After the Florida shooting, some renewed the call for teachers to carry guns to protect students. Thomas said he’s heard some educators would quit if they were required to do so and it should be seen as a last resort.

“The idea of teachers carrying a firearm is an idea born of frustration,” he said. “It is where you’re throwing your hands up in the air and saying, ‘Well, we can’t do anything else.'”

Thomas said instead that more could be done to solve the issue of school shootings, but those steps won’t solve mass shootings as a whole.

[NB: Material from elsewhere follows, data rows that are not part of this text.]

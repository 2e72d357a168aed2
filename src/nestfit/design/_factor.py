"""Factors: categorical columns with labelled levels in a fixed order."""

from __future__ import annotations

from collections.abc import Sequence
from dataclasses import dataclass, field
from typing import Any

import numpy as np
import pandas as pd

from nestfit.errors import FactorError

__all__ = ["Factor"]

# Integer factors whose values lie in [0, n * _DENSE_RANGE_FACTOR) are coded with
# a bincount presence table (O(n)) instead of a sort or hash. Common practice, no source.
_DENSE_RANGE_FACTOR = 4


@dataclass(frozen=True, eq=False)
class Factor:
    """A categorical column: level labels in a fixed order, integer codes and counts.

    Parameters
    ----------
    name : str
        Column name, used to label design columns (``name[level]``).
    levels : tuple of str
        Level labels in model order. Labels keep the user's spelling.
    codes : ndarray of intp, shape (n,)
        ``codes[i]`` is the index into ``levels`` of observation ``i``.

    Notes
    -----
    Build factors with :meth:`Factor.from_values`; the constructor checks
    only shapes. Level order is the order of a pandas ``Categorical``, the
    numeric order for numbers, and the order of first appearance sorted as
    text otherwise, unless ``levels`` is given.
    """

    name: str
    levels: tuple[str, ...]
    codes: np.ndarray = field(repr=False)
    _counts: np.ndarray | None = field(default=None, repr=False, compare=False)

    def __post_init__(self) -> None:
        codes = np.asarray(self.codes)
        if codes.ndim != 1:
            raise FactorError(f"factor {self.name!r}: codes must be one-dimensional")
        # A read-only view: the caller's array keeps its own flags.
        codes = codes.astype(np.intp, copy=False).view()
        codes.flags.writeable = False
        object.__setattr__(self, "codes", codes)
        if self._counts is not None:
            counts = np.asarray(self._counts, dtype=np.intp)
            if counts.shape != (len(self.levels),):
                raise FactorError(f"factor {self.name!r}: one count per level is needed")
            counts.flags.writeable = False
            object.__setattr__(self, "_counts", counts)

    # ------------------------------------------------------------------ build
    @classmethod
    def from_values(
        cls,
        values: Any,
        *,
        name: str = "group",
        levels: Sequence[Any] | None = None,
    ) -> Factor:
        """Build a factor from an array, list, pandas Series or Categorical.

        Parameters
        ----------
        values : array_like
            One label per observation. Missing labels are not allowed here;
            drop them first (see :func:`nestfit.groups`).
        name : str
            Factor name.
        levels : sequence, optional
            Level order to use. Every observed value must be one of them;
            levels that never occur are an error (an empty group has no mean).

        Raises
        ------
        FactorError
            On an empty factor, missing labels, unknown or unobserved levels.
        """
        if isinstance(values, pd.Series) and isinstance(values.dtype, pd.CategoricalDtype):
            values = values.array
        if isinstance(values, pd.Categorical) and levels is None:
            small = np.asarray(values.codes)  # int8/int16/...: cheaper to scan than intp
            if small.size and small.min() < 0:
                raise FactorError(
                    f"factor {name!r} has missing labels; drop those rows or give them a level"
                )
            labels = [str(c) for c in values.categories]
            return cls._finish(name, labels, small.astype(np.intp), drop_unused=True)
        arr = np.asarray(values)
        if arr.ndim != 1:
            raise FactorError(f"factor {name!r} must be one-dimensional, got shape {arr.shape}")
        if arr.size == 0:
            raise FactorError(f"factor {name!r} is empty: it has no observations")
        if levels is not None:
            return cls._from_given_levels(name, arr, levels)
        if arr.dtype.kind in "iu":
            return cls._from_integers(name, arr)
        if arr.dtype.kind == "f":
            if not np.all(np.isfinite(arr)):
                raise FactorError(f"factor {name!r} has NaN or infinite labels; drop those rows")
            uniq, codes = np.unique(arr, return_inverse=True)
            labels = [_number_label(v) for v in uniq]
            return cls._finish(name, labels, codes)
        series = pd.Series(arr, dtype=object)
        if series.isna().any():
            raise FactorError(
                f"factor {name!r} has missing labels; drop those rows or give them a level"
            )
        codes, uniq = pd.factorize(series.astype(str), sort=True)
        return cls._finish(name, [str(u) for u in uniq], codes)

    @classmethod
    def _from_integers(cls, name: str, arr: np.ndarray) -> Factor:
        lo, hi = int(arr.min()), int(arr.max())
        if lo >= 0 and hi < max(arr.size * _DENSE_RANGE_FACTOR, 1024):
            tally = np.bincount(arr.astype(np.intp, copy=False), minlength=hi + 1)
            present = tally > 0
            values = np.flatnonzero(present)
            if values.size == hi + 1:  # codes are the values themselves; tally is the counts
                return cls._finish(name, [str(v) for v in values],
                                   arr.astype(np.intp, copy=False), counts=tally)
            lookup = np.cumsum(present) - 1
            return cls._finish(name, [str(v) for v in values], lookup[arr],
                               counts=tally[values])
        uniq, codes = np.unique(arr, return_inverse=True)
        return cls._finish(name, [str(v) for v in uniq], codes)

    @classmethod
    def _from_given_levels(cls, name: str, arr: np.ndarray, levels: Sequence[Any]) -> Factor:
        labels = [str(v) for v in levels]
        position = {lab: i for i, lab in enumerate(labels)}
        if len(position) != len(labels):
            dup = sorted({lab for lab in labels if labels.count(lab) > 1})
            raise FactorError(f"factor {name!r}: level(s) {dup} are listed more than once")
        text = pd.Series(arr, dtype=object)
        if text.isna().any():
            raise FactorError(
                f"factor {name!r} has missing labels; drop those rows or give them a level"
            )
        text = text.map(_label_of)
        codes = text.map(position)
        if codes.isna().any():
            unknown = sorted(set(text[codes.isna()]))
            raise FactorError(
                f"factor {name!r} has value(s) {unknown[:5]} that are not among the given "
                f"levels {labels}; add them to the levels or drop those rows"
            )
        return cls._finish(name, labels, codes.to_numpy(dtype=np.intp))

    @classmethod
    def _finish(
        cls, name: str, labels: list[str], codes: np.ndarray, *, drop_unused: bool = False,
        counts: np.ndarray | None = None,
    ) -> Factor:
        factor = cls(name=name, levels=tuple(labels), codes=np.asarray(codes, dtype=np.intp),
                     _counts=counts)
        counts = factor.counts
        if np.any(counts == 0):
            if drop_unused:
                keep = np.flatnonzero(counts > 0)
                remap = np.full(len(labels), -1, dtype=np.intp)
                remap[keep] = np.arange(keep.size)
                return cls._finish(name, [labels[i] for i in keep], remap[factor.codes])
            empty = [labels[i] for i in np.flatnonzero(counts == 0)]
            raise FactorError(
                f"factor {name!r}: level(s) {empty} have no observations; "
                "remove them from the level list"
            )
        return factor

    # -------------------------------------------------------------- queries
    @property
    def n_levels(self) -> int:
        """Number of levels ``k``."""
        return len(self.levels)

    @property
    def n_obs(self) -> int:
        """Number of observations ``n``."""
        return int(self.codes.size)

    @property
    def counts(self) -> np.ndarray:
        """Observations per level, in level order (``n_g``; counted once, read-only)."""
        if self._counts is None:
            counts = np.bincount(self.codes, minlength=self.n_levels)
            counts.flags.writeable = False
            object.__setattr__(self, "_counts", counts)
        assert self._counts is not None
        return self._counts

    def index_of(self, level: Any) -> int:
        """Position of a level label; :class:`FactorError` naming the known levels if absent."""
        label = str(level)
        try:
            return self.levels.index(label)
        except ValueError:
            raise FactorError(
                f"factor {self.name!r} has no level {label!r}; its levels are {list(self.levels)}"
            ) from None

    def take(self, rows: np.ndarray) -> Factor:
        """The factor restricted to ``rows`` (indices or a boolean mask); unused levels drop."""
        return Factor._finish(self.name, list(self.levels), self.codes[rows], drop_unused=True)

    def __repr__(self) -> str:
        shown = ", ".join(self.levels[:8]) + (", ..." if self.n_levels > 8 else "")
        return f"Factor({self.name!r}, {self.n_levels} levels [{shown}], n={self.n_obs})"


def _number_label(v: float) -> str:
    return str(int(v)) if float(v).is_integer() else repr(float(v))


def _label_of(v: Any) -> str:
    if isinstance(v, (float, np.floating)) and float(v).is_integer():
        return str(int(v))
    return str(v)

“There’s a larger issue here,” he said.

Former Arizona Attorney General Grant Woods

Woods said a potential ban on weapon modifications, such as bump stocks, and a raise in the minimum age to buy a rifle were “basic, incremental steps” but he wanted to see more than that.

“Those weapons of war have no place in the hands of civilians,” he said. “To me, that’s common sense. Why? Why do people need these? Because it’s fun?”

Woods said putting strict gun control laws in place would not stop every crime involving a gun.

“If you had massive gun control, are you going to end gun violence? Are you going to end guns being used in crimes? No, you’re not going to do that.”

However, he said the United States used to ban certain weapons and argued that reinstating that ban may lead to lower body counts.

“We used to ban it. It was banned in the United States until our recent history because it made common sense.”

The former attorney general also said he would be open to making schools so-called “hard targets” — basically, a facility with better security that may include armed guards — though he would not be thrilled about it.

“Maybe it makes sense that we have one point of entry,” he said. “Maybe it makes sense that we have an armed guard at every school. We’re going to have to work on funding and how does that all work (but) we could do that.”

Dave Laird, director of training at C2 Tactical

Laird said he was concerned a ban on some modifications — such as bump stocks — could overreach and prohibit modifications designed to make weapons more consistent.

“If you do anything to the firearm to make it operate anything other than [semi-automatic], you’re going to be held under state law and probably federal law,” he said.

Laird also said a ban could lead to people trying to make their own firearms while removing rights guaranteed to Americans.

“One of my fears is that we slowly strip away our rights until it’s no longer there and I think we’ve already given enough leverage already,” he said.

Instead of guns, Laird said the national conversation should be focused on solving other symptoms of the shooting disease.

“We need to start talking about mental health, we need to start talking about putting security systems in the school, we need to start protecting the kids and stop talking about the gun or the flagrant moron who grabbed it and did something evil with it,” he said.

Laird said a security system for a school that would include a separate alarm and allow teachers to lock every door would run about $400,000, a price he would help pay.

“We don’t need the federal government to do that,” he said. “We can band together as parents, get a GoFundMe account, let’s start pushing our board of directors of local school and say, ‘Listen, I want parents to donate whatever they have, and I’ll tell you what: I would be one of the first ones to throw $1,000 in that direction.”

He also said he was working on a bill that would allow teachers to carry non-lethal weapons — think Tasers, batons or other devices — on campus in an effort to protect kids.